Впрочем, как и в долгие, сильные метели… И потому возникало обманчивое чувство, что выстроенный в Заполярье город таинственен, многообразен в своих проявлениях и потому вечен.
— Ну что там? — голос Дары в наушниках привёл в чувство. — Ты достал человека?
Он не отвечал, поскольку не мог оторвать руки от трапа, чтобы включить тангенту СПУ. Сполз ещё ниже, ощутил под ногами опору последней ступени, и, утвердив три точки по законам скалолазов, только тогда потянулся рукой к бубновому тузу.
Сначала показалось, что промахнулся и трогает рукой металл. Но когда приоткрыл глаза, сквозь слёзы увидел лицо Кошкина и свою руку…
Кошкин улыбался, даже обратившись в каменную глыбу, намертво приросшую к стойке шасси.
— Минус двадцать пять минут — не дотянем сто километров, — предупредительно прозвучало в ушах.
— Понесу тебя на руках, — так же спокойно отозвался академик, включив СПУ.

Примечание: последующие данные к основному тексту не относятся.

/** Splitting a period's steps into days and steps within a day, for the day + time-of-day sliders. Pure. */

/** Steps per day from the time stamps' spacing (24 for hourly; 1 when there is one step). */
export function stepsPerDayOf(times: readonly string[]): number {
  if (times.length < 2) return Math.max(1, times.length);
  const h = (Date.parse(times[1]!) - Date.parse(times[0]!)) / 3_600_000;
  if (!(h > 0) || !Number.isFinite(h)) return times.length;
  return Math.max(1, Math.round(24 / h));
}

export interface DaySplit {
  /** Steps per day. */
  perDay: number;
  /** Number of (possibly partial) days. */
  days: number;
}

/** How a period of `count` steps divides into days (one "day" holding everything for a period of up to 2 days). */
export function daySplit(times: readonly string[]): DaySplit {
  const perDay = stepsPerDayOf(times);
  const n = times.length;
  if (n <= perDay * 2) return { perDay: Math.max(1, n), days: 1 };
  return { perDay, days: Math.ceil(n / perDay) };
}

/** The step index of day `day` and step-of-day `k`, clamped to the period. */
export function stepIndexOf(split: DaySplit, day: number, k: number, count: number): number {
  return Math.max(0, Math.min(count - 1, day * split.perDay + k));
}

— Не отвлекай! — был приказ.
Насадный заполз в кабину, закрыл дверцу и сел на пол у входа. Откуда-то снизу била струя горячего воздуха и тут же таяла в выстывшем салоне, однако обмороженное лицо заломило. Дара видела, что он вернулся один и ничего не спрашивала. Двигаясь, словно закованный в скафандр, он вытащил из-под баков брезентовый чехол с двигателя, заткнул дыру в разбитом иллюминаторе. Потом забрался на место штурмана и, грея дыханием пальцы, стал смотреть за окно.
В глазах ещё долго стояло улыбающееся лицо Кошкина — точь-в-точь такое же, как в латангском аэропорту, когда он просил деньги на коньяк, чтобы разогреть кровь…
— Заходим ещё на один круг, — сообщила Дара, неожиданно ставшая щедрой на топливо. — Странно, с земли перестали стрелять… Что бы это значило?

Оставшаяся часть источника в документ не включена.